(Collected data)

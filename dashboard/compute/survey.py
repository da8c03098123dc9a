"""The survey tab: a thermal survey priced by :mod:`convlib.upgrade`, ranked, with totals hot and cold apart.

The survey is the demo survey of the invented Fernhill plant (:func:`convlib.survey.demo_survey_path`) or a CSV a
viewer uploads; the weather, costs and tariffs are those the command line's ``--demo`` uses (the invented demo
year binned as :mod:`convlib.cli_survey` bins it, the demo cost table, the demo tariffs). The study itself is
:func:`convlib.scale.run_study` in this process (serial; rows that cannot be computed come back as errors),
:func:`convlib.upgrade.ranked` and :func:`convlib.upgrade.totals`: no number is computed here.
"""
from __future__ import annotations

import functools
import io
from dataclasses import dataclass

import numpy as np
from convlib.errors import InputError
from convlib.linelist import MAX_BYTES, MAX_CELLS, MAX_ROWS
from convlib.scale import run_study
from convlib.survey import CAUTIONS, Measurement, demo_survey_path
from convlib.upgrade import CostTable, StudySettings, demo_costs_path, ranked, totals
from convlib.weather import demo_weather_path, read_epw, to_bins

from .. import settings

__all__ = ["SurveySource", "SurveyView", "survey_view", "survey_settings", "survey_text", "DEMO_SURVEY",
           "SURVEY_CAUTIONS", "SURVEY_MAX_BYTES"]

#: Cautions of a survey (convlib.survey): hot surfaces, condensation, asbestos-era insulation, local codes.
SURVEY_CAUTIONS = tuple(CAUTIONS)
#: Largest file accepted for upload [bytes]: the cap of a line list (convlib.linelist).
SURVEY_MAX_BYTES = MAX_BYTES
#: Joules in a kilowatt-hour (exact by definition): energies of convlib.upgrade are kWh, the display converts
#: from SI (J).
_JOULES_PER_KWH = 3.6e6


@dataclass(frozen=True)
class SurveySource:
    """Which survey the tab shows: ``content`` None is the demo survey, else the bytes of an uploaded CSV file
    (checked when the survey is computed, :func:`survey_text`)."""

    name: str
    content: bytes | None = None

    @property
    def demo(self) -> bool:
        return self.content is None


#: The demo survey, preloaded.
DEMO_SURVEY = SurveySource("demo survey of the invented Fernhill plant")


@dataclass(frozen=True, eq=False)
class SurveyView:
    """The ranked list of a survey (one row per line: its best option) and the totals, as convlib returns them.

    ``best`` holds the columns of :func:`convlib.upgrade.ranked` (SI: W, kWh, m; money in the cost table's
    currency); ``totals`` those of :func:`convlib.upgrade.totals` (``{"hot": {...}, "cold": {...}}``).
    """

    source: SurveySource
    payback_years: float
    samples: int
    seed: int
    thermometer: float               # bound of the thermometer [K]
    emissivity: float                # bound of the emissivity [-]
    best: dict
    totals: dict
    errors: tuple                    # (row from 0, tag, reason) of the rows not computed
    notes: tuple[str, ...]
    cautions: tuple[str, ...] = SURVEY_CAUTIONS

    @property
    def lines(self) -> int:
        return int(len(self.best.get("index", ())))

    @property
    def areas(self) -> tuple[str, ...]:
        """The plant areas named in the survey, in file order (blank ones left out)."""
        order = np.argsort(self.best.get("index", np.zeros(0, dtype=int)), kind="stable")
        areas = self.best.get("area", np.zeros(0, dtype=object))
        return tuple(dict.fromkeys(str(areas[i]) for i in order if areas[i] not in (None, "")))

    def matching(self, text: str = "", area: str = "") -> np.ndarray:
        """Rows whose tag or area contains ``text`` (any case) and, when ``area`` is given, in that area."""
        tags = np.asarray([str(t) for t in self.best.get("tag", ())], dtype=object)
        areas = np.asarray(["" if a is None else str(a) for a in self.best.get("area", ())], dtype=object)
        keep = np.ones(tags.size, dtype=bool)
        needle = text.strip().lower()
        if needle:
            keep &= np.asarray([needle in t.lower() or needle in a.lower() for t, a in zip(tags, areas)], dtype=bool)
        if area:
            keep &= areas == area
        return keep

    def energy(self, kwh):
        """Energy per year in joules (SI) for :class:`dashboard.display.Display`, from convlib's kWh."""
        return np.asarray(kwh, dtype=float) * _JOULES_PER_KWH


@functools.lru_cache(maxsize=1)
def _demo_inputs():
    """The demo year's bins and the demo cost table (read once per process)."""
    bins = to_bins(read_epw(demo_weather_path()), settings.SURVEY["temperature_step"], settings.SURVEY["wind_edges"])
    return bins, CostTable.read(demo_costs_path())


def survey_settings(payback_years: float, samples: int = settings.SURVEY["samples"],
                    seed: int = settings.SURVEY["seed"]) -> StudySettings:
    """The study settings of the tab: the demo weather, costs, tariffs and finance, ``samples`` per line."""
    bins, costs = _demo_inputs()
    return StudySettings(bins, costs, Measurement(samples=samples, seed=seed), payback_years=float(payback_years))


def survey_text(source: SurveySource) -> str:
    """The text of an uploaded survey file, checked: size, UTF-8, rows and cells within the line list's caps, and
    at most ``settings.SURVEY["max_lines"]`` lines; raises :class:`convlib.errors.InputError` naming the file."""
    name, content = source.name, source.content
    label = f"survey file {name}"
    size = len(content)
    if size == 0:
        raise InputError(f"{label} is empty", field="survey file", rule="a header and rows", value=0)
    if size > SURVEY_MAX_BYTES:
        raise InputError(f"{label}: {size / 1e6:.3g} MB, larger than the {SURVEY_MAX_BYTES / 1e6:.3g} MB limit",
                         field="survey file", rule=f"at most {SURVEY_MAX_BYTES / 1e6:.3g} MB", value=size)
    try:
        text = bytes(content).decode("utf-8-sig")
    except UnicodeDecodeError as exc:
        raise InputError(f"{label} is not UTF-8 text (byte {exc.start}); save it as 'CSV UTF-8'",
                         field="survey file", rule="UTF-8 text", value=name) from None
    rows = text.count("\n") + 1
    if rows > 2 * MAX_ROWS or rows + text.count(",") > MAX_CELLS:
        raise InputError(f"{label}: more than {MAX_ROWS} rows or {MAX_CELLS} cells; split the list",
                         field="survey file", rule=f"at most {MAX_ROWS} rows and {MAX_CELLS} cells", value=rows)
    lines = sum(1 for row in text.splitlines()[1:] if row.strip() and not row.lstrip().startswith("#"))
    most = settings.SURVEY["max_lines"]
    if lines > most:
        raise InputError(f"{label}: {lines} lines, more than the {most} this tab computes; run the command line "
                         f"(convlib upgrade FILE --workers N) for long lists", field="survey file",
                         rule=f"at most {most} lines", value=lines)
    return text


def survey_view(source: SurveySource = DEMO_SURVEY, payback_years: float = settings.SURVEY["payback_years"],
                samples: int = settings.SURVEY["samples"], seed: int = settings.SURVEY["seed"]) -> SurveyView:
    """Run the upgrade study of ``source`` (:func:`convlib.scale.run_study`, serial) and rank it.

    Raises :class:`convlib.errors.InputError` when the file cannot be read as a survey or no line of it can be
    computed (the reasons of the first rows in the message).
    """
    study = survey_settings(payback_years, samples, seed)
    try:
        out = run_study(demo_survey_path() if source.demo else io.StringIO(survey_text(source)), study)
    except InputError as exc:
        message = str(exc) if str(exc).startswith("survey file") else f"survey file {source.name}: {exc}"
        raise InputError(message, field=exc.field, rule=exc.rule, value=exc.value) from None
    errors = tuple((e.index, e.tag, e.reason) for e in out.errors)
    if not out.rows:
        first = "; ".join(f"row {i + 2} {tag}: {reason}" for i, tag, reason in errors[:3])
        raise InputError(f"survey file {source.name}: no line could be computed" + (f" ({first})" if first else ""),
                         field="survey file", rule="at least one valid line", value=source.name)
    best = ranked(out.rows)
    m, tariffs, finance = study.measurement, (study.heat_tariff, study.cold_tariff), study.finance
    notes = (
        "Weather: the invented demo year of the Fernhill site; costs: the invented demo cost table (currency per "
        "metre); tariffs: invented demo prices.",
        f"Heat: {tariffs[0].fuel} at {tariffs[0].price_per_heat_kwh:.4f} per kWh of heat; cold: "
        f"{tariffs[1].fuel} at {tariffs[1].price_per_heat_kwh:.4f} per kWh of heat gained; discount "
        f"{finance.discount_rate:.1%}, escalation {finance.escalation:.1%}, lifetime {finance.years:g} years.",
    )
    return SurveyView(source=source, payback_years=float(payback_years), samples=int(m.samples), seed=int(m.seed),
                      thermometer=float(m.thermometer), emissivity=float(m.emissivity), best=best,
                      totals=totals(best), errors=errors, notes=notes)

§ **Exercise**
Reproduce exactly, please, only the lines from the start of the data above to the line that contains "from convlib.survey import", with both ends kept.

§ **Solved exercise**
filename dashboard/compute/survey.py
repository da8c03098123dc9a
"""The survey tab: a thermal survey priced by :mod:`convlib.upgrade`, ranked, with totals hot and cold apart.

The survey is the demo survey of the invented Fernhill plant (:func:`convlib.survey.demo_survey_path`) or a CSV a
viewer uploads; the weather, costs and tariffs are those the command line's ``--demo`` uses (the invented demo
year binned as :mod:`convlib.cli_survey` bins it, the demo cost table, the demo tariffs). The study itself is
:func:`convlib.scale.run_study` in this process (serial; rows that cannot be computed come back as errors),
:func:`convlib.upgrade.ranked` and :func:`convlib.upgrade.totals`: no number is computed here.
"""
from __future__ import annotations

import functools
import io
from dataclasses import dataclass

import numpy as np
from convlib.errors import InputError
from convlib.linelist import MAX_BYTES, MAX_CELLS, MAX_ROWS
from convlib.scale import run_study
from convlib.survey import CAUTIONS, Measurement, demo_survey_path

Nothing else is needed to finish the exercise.